LSTM predicts the same constant value

Planet_Boost · December 21, 2022, 3:03pm

I want to predict one variable using 7 features with time steps of 4:

# Shape X_train: torch.Size([24433, 4, 7]
# Shape Y_train: torch.Size([24433, 4, 1]

# Shape X_test: torch.Size([6109, 4, 7]
# Shape Y_test: torch.Size([6109, 4, 1]

train_dataset = TensorDataset(X_train, Y_train)
test_dataset = TensorDataset(X_test, Y_test) 

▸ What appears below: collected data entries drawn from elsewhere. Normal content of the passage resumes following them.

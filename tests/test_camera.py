"""Camera projections (relview.geometry.camera): round trips, solid angles against closed
forms, the fused ray kernel against the reference path, aberration against Einstein's
formula, and the projection registry."""

import math

import numpy as np
import pytest

from relview.geometry import camera as cam_mod
from relview.geometry.camera import (
    PROJECTIONS,
    directions_to_pixels,
    pixel_grid,
    pixel_solid_angle,
    pixels_to_directions,
    scene_directions,
)
from relview.kinematics.lorentz import aberrate_to_scene
from relview.scene.model import scene_from_dict
from relview.scene.parts import Camera

#: a field of view per projection that exercises its general case
FOV = {"pinhole": 70.0, "panorama": 360.0, "fisheye": 220.0}


def tilted_camera(projection: str, fov: float) -> Camera:
    """A camera looking along an oblique direction, so the image axes mix every scene axis."""
    return Camera(
        position=np.zeros(3), look_at=np.array([1.0, 2.0, 0.5]), fov=fov, projection=projection
    )


def test_every_registered_projection_is_tested_here():
    assert set(FOV) == set(PROJECTIONS)


@pytest.mark.parametrize("name", sorted(FOV))
def test_pixel_direction_pixel_round_trip(name):
    cam = tilted_camera(name, FOV[name])
    w, h = 64, 40
    rng = np.random.default_rng(3)
    px = rng.uniform([0.0, 0.0], [w, h], size=(2000, 2))
    d, ok = pixels_to_directions(cam, w, h, px)
    assert ok.sum() > 1000
    assert np.linalg.norm(d[ok], axis=-1) == pytest.approx(1.0, abs=1e-12)
    back, ok_back = directions_to_pixels(cam, w, h, d[ok])
    assert ok_back.all()
    assert back == pytest.approx(px[ok], abs=1e-9)


@pytest.mark.parametrize("name", sorted(FOV))
def test_direction_pixel_direction_round_trip(name):
    cam = tilted_camera(name, FOV[name])
    w, h = 64, 40
    rng = np.random.default_rng(4)
    d = rng.normal(size=(3000, 3))
    d /= np.linalg.norm(d, axis=-1, keepdims=True)
    px, ok = directions_to_pixels(cam, w, h, d)
    # keep directions that land on the image (a pinhole or fisheye sees only part of the sky)
    on = ok & (px[:, 0] >= 0) & (px[:, 0] <= w) & (px[:, 1] >= 0) & (px[:, 1] <= h)
    assert on.sum() > 100
    again, ok2 = pixels_to_directions(cam, w, h, px[on])
    assert ok2.all()
    assert again == pytest.approx(d[on], abs=1e-9)


def test_no_image_behind_a_pinhole_or_outside_a_fisheye_field():
    pin = tilted_camera("pinhole", 70.0)
    back = -pin.forward()[None, :]
    assert not directions_to_pixels(pin, 32, 18, back)[1][0]
    fish = tilted_camera("fisheye", 180.0)
    assert not directions_to_pixels(fish, 32, 18, back)[1][0]
    assert directions_to_pixels(fish, 32, 18, fish.forward()[None, :])[1][0]
    # a pixel past the fisheye's image circle has no direction
    assert not pixels_to_directions(fish, 32, 18, np.array([[0.5, 0.5]]))[1][0]


@pytest.mark.parametrize("fov,w,h", [(90.0, 400, 300), (40.0, 320, 180), (150.0, 300, 300)])
def test_pinhole_solid_angles_sum_to_the_rectangular_pyramid(fov, w, h):
    # The solid angle of a rectangular pyramid with half apex angles a and b is
    # Omega = 4 asin(sin a sin b) (E. W. Weisstein, "Solid Angle", MathWorld; the formula
    # quoted from memory). The image rectangle at focal length f spans tan a = (w/2)/f and
    # tan b = (h/2)/f.
    cam = Camera(position=np.zeros(3), direction=np.array([0.0, 1.0, 0.0]), fov=fov)
    a = math.radians(fov) / 2.0
    b = math.atan(math.tan(a) * h / w)
    want = 4.0 * math.asin(math.sin(a) * math.sin(b))
    got = pixel_solid_angle(cam, w, h).sum()
    # midpoint rule over pixels: error O(pixel^2), common practice tolerance
    assert got == pytest.approx(want, rel=2e-4)


def test_panorama_solid_angles_sum_to_the_full_sphere():
    # the whole sphere is 4 pi steradians (definition of the steradian, SI Brochure)
    cam = Camera(
        position=np.zeros(3), direction=np.array([1.0, 0.0, 0.0]), fov=360.0, projection="panorama"
    )
    om = pixel_solid_angle(cam, 360, 180)
    assert om.sum() == pytest.approx(4.0 * math.pi, rel=1e-4)
    # an equirectangular pixel covers cos(latitude) dlon dlat: the rows at the poles are
    # the smallest, the equator's the largest
    assert om[0].max() < om[90].min()


@pytest.mark.parametrize("fov,want", [(180.0, 2.0 * math.pi), (360.0, 4.0 * math.pi)])
def test_fisheye_solid_angles_sum_to_its_field(fov, want):
    # An equidistant fisheye of field F covers the spherical cap of half-angle F/2:
    # Omega = 2 pi (1 - cos(F/2)) (cap area, any geometry handbook): a hemisphere at 180 deg,
    # the sphere at 360 deg. Pixels cut by the image circle are counted whole or not at all,
    # an error of about one ring of pixels: O(1/width).
    cam = Camera(
        position=np.zeros(3), direction=np.array([1.0, 0.0, 0.0]), fov=fov, projection="fisheye"
    )
    w = h = 400
    om = pixel_solid_angle(cam, w, h).ravel()
    _, ok = pixels_to_directions(cam, w, h, pixel_grid(w, h))
    assert om[ok].sum() == pytest.approx(want, rel=1.5e-2)
    assert (om[ok] > 0).all()


@pytest.mark.parametrize(
    "projection,fov", [("pinhole", 70.0), ("panorama", 360.0), ("fisheye", 220.0)]
)
def test_fused_camera_rays_match_projection_then_aberration(projection, fov):
    # The compiled ray generator must equal the reference path: projection, then the
    # aberration formula checked above (Einstein 1905).
    cam = Camera(
        position=np.zeros(3), look_at=np.array([1.0, 2.0, 0.5]), fov=fov, projection=projection
    )
    px = pixel_grid(40, 24) + 0.123
    beta = np.array([0.5, -0.3, 0.6])
    d_cam, ok = pixels_to_directions(cam, 40, 24, px)
    fused, ok2 = scene_directions(cam, 40, 24, px, beta)
    assert np.array_equal(ok, ok2)
    assert fused[ok] == pytest.approx(aberrate_to_scene(d_cam[ok], beta), abs=1e-12)


@pytest.mark.parametrize("beta", [0.3, 0.8, 0.95])
def test_camera_rays_obey_einsteins_aberration_formula(beta):
    # Einstein 1905 (Ann. Phys. 17, 891), section 7: light seen at angle theta' to the
    # direction of motion in the moving camera's frame comes, in S, from angle theta with
    # cos(theta) = (cos(theta') - beta) / (1 - beta cos(theta'))
    # (angles measured towards the source; physics.md writes the inverse form).
    cam = tilted_camera("panorama", 360.0)
    v_hat = np.array([0.6, 0.0, 0.8])
    w, h = 48, 24
    px = pixel_grid(w, h)
    d_cam, _ = pixels_to_directions(cam, w, h, px)
    d_s, _ = scene_directions(cam, w, h, px, beta * v_hat)
    cos_cam = d_cam @ v_hat
    want = (cos_cam - beta) / (1.0 - beta * cos_cam)
    assert d_s @ v_hat == pytest.approx(want, abs=1e-12)
    # the azimuth about the direction of motion is unchanged (aberration is in the plane
    # of the direction and the velocity)
    perp_cam = d_cam - np.outer(cos_cam, v_hat)
    perp_s = d_s - np.outer(d_s @ v_hat, v_hat)
    big = np.linalg.norm(perp_cam, axis=-1) > 1e-6
    unit = lambda a: a / np.linalg.norm(a, axis=-1, keepdims=True)
    assert unit(perp_s[big]) == pytest.approx(unit(perp_cam[big]), abs=1e-9)


def test_aberration_worked_value_from_physics_contract():
    # physics.md check (Einstein 1905, section 7): at beta = 0.8, light arriving in S at
    # 90 deg to the motion is seen at theta' = acos(0.8) = 36.87 deg.
    cam = Camera(position=np.zeros(3), direction=np.array([1.0, 0.0, 0.0]), fov=120.0)
    w, h = 2000, 3
    px = np.column_stack([np.arange(w) + 0.5, np.full(w, 1.5)])
    d_s, _ = scene_directions(cam, w, h, px, np.array([0.8, 0.0, 0.0]))
    d_cam, _ = pixels_to_directions(cam, w, h, px)
    i = np.argmin(np.abs(d_s[:, 0]))  # the pixel whose light arrives at 90 deg in S
    theta_cam = math.degrees(math.acos(d_cam[i, 0]))
    assert theta_cam == pytest.approx(36.87, abs=0.05)


# ----------------------------------------------------------------- the projection registry


def test_registry_codes_follow_registration_and_name_the_classes():
    for code, (name, proj) in enumerate(PROJECTIONS.items()):
        assert proj.name == name and proj.code == code
        assert cam_mod.projection(name) is proj
    with pytest.raises(ValueError, match="unknown projection 'mirror'"):
        cam_mod.projection("mirror")


def test_register_refuses_a_taken_name_or_code():
    class Again(cam_mod.Projection):
        name = "pinhole"
        code = len(PROJECTIONS)

    with pytest.raises(ValueError, match="pinhole"):
        cam_mod.register(Again)

    class Skipping(cam_mod.Projection):
        name = "skipping"
        code = len(PROJECTIONS) + 1

    with pytest.raises(ValueError, match="next free"):
        cam_mod.register(Skipping)
    assert "skipping" not in PROJECTIONS


def test_unknown_code_gives_no_direction_rather_than_another_projection():
    cam = tilted_camera("pinhole", 60.0)
    px = pixel_grid(4, 3)
    d, ok = cam_mod._scene_directions(
        px, 4.0, 3.0, cam.basis(), len(PROJECTIONS), 1.0, np.eye(4), False
    )
    assert not ok.any() and np.isnan(d).all()


def _camera_from_reader(projection, fov=None):
    camera = {"position": [0.0, 0.0, 0.0], "direction": [1.0, 0.0, 0.0], "projection": projection}
    if fov is not None:
        camera["fov"] = fov
    body = {
        "name": "dot",
        "shape": "sphere",
        "radius": 0.1,
        "detail": 0,
        "motion": {"position": [5.0, 0.0, 0.0]},
        "surface": {"blackbody": 5000.0},
    }
    return scene_from_dict({"camera": camera, "body": [body]}).camera


@pytest.mark.parametrize("name", sorted(FOV))
def test_scene_reader_follows_the_registry_fov_rules(name):
    from relview.errors import UserError
    from relview.scene import reader

    proj = PROJECTIONS[name]
    assert reader.PROJECTIONS == tuple(PROJECTIONS)
    assert _camera_from_reader(name).fov == proj.fov_default
    if proj.fov_fixed is not None:
        with pytest.raises(UserError, match="fov"):
            _camera_from_reader(name, proj.fov_fixed)
        return
    assert _camera_from_reader(name, proj.fov_max / 2).fov == proj.fov_max / 2
    with pytest.raises(UserError, match="fov"):
        _camera_from_reader(name, proj.fov_max + 1.0)
    if proj.fov_max_inclusive:
        assert _camera_from_reader(name, proj.fov_max).fov == proj.fov_max
    else:
        with pytest.raises(UserError, match="fov"):
            _camera_from_reader(name, proj.fov_max)
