"""The package's shape: no import cycles, layers import downwards only.

Read with ``ast`` from the source files, so every import counts: module-level ones and
the function-local ones that keep start-up fast (an import inside a function still
ties the two modules together for a reader).
"""

from __future__ import annotations

import ast
import functools
from pathlib import Path

import pytest

PACKAGE = Path(__file__).resolve().parents[1] / "relview"

#: Layers from the bottom up (DEVELOPERS.md, "Layout"); a module may import its own layer
#: and the ones below it, never one above.
LAYERS = [
    ("relview.errors", "relview.kinematics", "relview.scene.parts"),
    ("relview.geometry", "relview.light"),
    ("relview.imaging",),
    ("relview.scene",),
    (
        "relview.frame_memory",
        "relview.renderer",
        "relview.probes",
        "relview.illumination",
        "relview.framing",
    ),
    ("relview.figures", "relview.animation"),
    ("relview.cli",),
]


def _module_name(path: Path) -> str:
    parts = list(path.relative_to(PACKAGE.parent).with_suffix("").parts)
    if parts[-1] == "__init__":
        parts.pop()
    return ".".join(parts)


def _modules() -> dict[str, Path]:
    return {_module_name(p): p for p in sorted(PACKAGE.rglob("*.py"))}


def _imports(name: str, path: Path, known: set[str]) -> set[str]:
    """relview modules that ``name`` imports anywhere in its source."""
    tree = ast.parse(path.read_text(), str(path))
    package = name if path.name == "__init__.py" else name.rpartition(".")[0]
    found = set()
    for node in ast.walk(tree):
        if isinstance(node, ast.Import):
            targets = [a.name for a in node.names]
        elif isinstance(node, ast.ImportFrom):
            base = node.module or ""
            if node.level:
                anchor = package.split(".")[: len(package.split(".")) - node.level + 1]
                base = ".".join(anchor + ([base] if base else []))
            # `from pkg import mod` imports the submodule pkg.mod when there is one
            targets = [
                f"{base}.{a.name}" if f"{base}.{a.name}" in known else base for a in node.names
            ]
        else:
            continue
        for t in targets:
            while t and t not in known:
                t = t.rpartition(".")[0]
            if t and t != name and t != "relview":
                found.add(t)
    return found


@functools.cache  # the sources do not change during a run; parsed once, not per test
def import_graph() -> dict[str, frozenset[str]]:
    mods = _modules()
    known = set(mods)
    return {name: frozenset(_imports(name, path, known)) for name, path in mods.items()}


def _cycles(graph: dict[str, set[str]]) -> list[list[str]]:
    """Strongly connected components with more than one module (Tarjan's algorithm)."""
    index: dict[str, int] = {}
    low: dict[str, int] = {}
    stack: list[str] = []
    on_stack: set[str] = set()
    out: list[list[str]] = []

    def visit(v: str) -> None:
        index[v] = low[v] = len(index)
        stack.append(v)
        on_stack.add(v)
        for w in graph.get(v, ()):
            if w not in index:
                visit(w)
                low[v] = min(low[v], low[w])
            elif w in on_stack:
                low[v] = min(low[v], index[w])
        if low[v] == index[v]:
            comp = []
            while True:
                w = stack.pop()
                on_stack.discard(w)
                comp.append(w)
                if w == v:
                    break
            if len(comp) > 1:
                out.append(sorted(comp))

    for v in sorted(graph):
        if v not in index:
            visit(v)
    return out


def _layer(module: str) -> int:
    best, level = -1, None
    for i, names in enumerate(LAYERS):
        for prefix in names:
            if (module == prefix or module.startswith(prefix + ".")) and len(prefix) > best:
                best, level = len(prefix), i
    if level is None:
        raise AssertionError(f"{module} is in no layer of tests/test_layout.py")
    return level


def test_cycle_finder_sees_a_cycle():
    # the checker itself: a three-module ring and a self-contained pair are found
    graph = {"a": {"b"}, "b": {"c"}, "c": {"a"}, "d": {"e"}, "e": set()}
    assert _cycles(graph) == [["a", "b", "c"]]


def test_no_import_cycles():
    assert _cycles(import_graph()) == []


@pytest.mark.parametrize("module", sorted(_modules()))
def test_imports_point_down_the_layers(module):
    graph = import_graph()
    if module == "relview":
        return  # the package's public face may name anything (lazily)
    upward = [t for t in sorted(graph[module]) if _layer(t) > _layer(module)]
    assert upward == [], f"{module} imports from a higher layer: {upward}"


def test_command_line_is_imported_by_nothing_else():
    graph = import_graph()
    users = [
        m
        for m, targets in graph.items()
        if not m.startswith("relview.cli") and any(t.startswith("relview.cli") for t in targets)
    ]
    assert users == []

train_loader = torch.utils.data.DataLoader(train_dataset, batch_size=32, shuffle=True)
test_loader = torch.utils.data.DataLoader(test_dataset, batch_size=32, shuffle=False)

My (initial) LSTM model:

class LSTMModel(nn.Module):
    def __init__(self, input_size, hidden_size, output_size):
        super().__init__()
        self.lstm = nn.LSTM(input_size, hidden_size)
        self.linear = nn.Linear(hidden_size, output_size)
        
    def forward(self, x):
        x, _ = self.lstm(x)
        x = self.linear(x)
        return x

model = LSTMModel(input_size=7, hidden_size=256, output_size=1)

loss_fn = nn.MSELoss()
optimizer = torch.optim.Adam(model.parameters(), lr=0.1)

Apply model:

# Loop over the training set
for X, Y in train_loader:

    optimizer.zero_grad()
    
    Y_pred = model(X)

    loss = loss_fn(Y_pred, Y)
    
    loss.backward()
    
    optimizer.step()

model.eval()

# Loop over the test set
for X, Y in test_loader:

    Y_pred = model(X)
    
    loss = loss_fn(Y_pred, Y)

An example of Y (true data):

tensor([[[59.],
         [59.],
         [59.],
         [59.]],

        [[70.],
         [70.],
         [70.],
         [70.]],

        [[ 100.],
         [ 0.],
         [ 0.],
         [ 0.]],

# etc.

However, my Y_pred is somewhat like this:

 tensor([[[15.8224],
         [15.8224],
         [15.8224],
         [15.8224]],

        [[16.1654],
         [16.1654],
         [16.1654],
         [16.1654]],

        [[16.2127],
         [16.2127],
         [16.2127],
         [16.2127]],

# etc.

I have tried numerous different things:

Changing the model architecture (different batch size, different number of layers)
Adding dropout and decay parameters
Using epochs and changing the number of epochs when looping over training and test data
Different optimizers (Adam, SGD) with different learning rates
Log transforming my input data

In my (unanswered) previous I give an example of how my input data looks like.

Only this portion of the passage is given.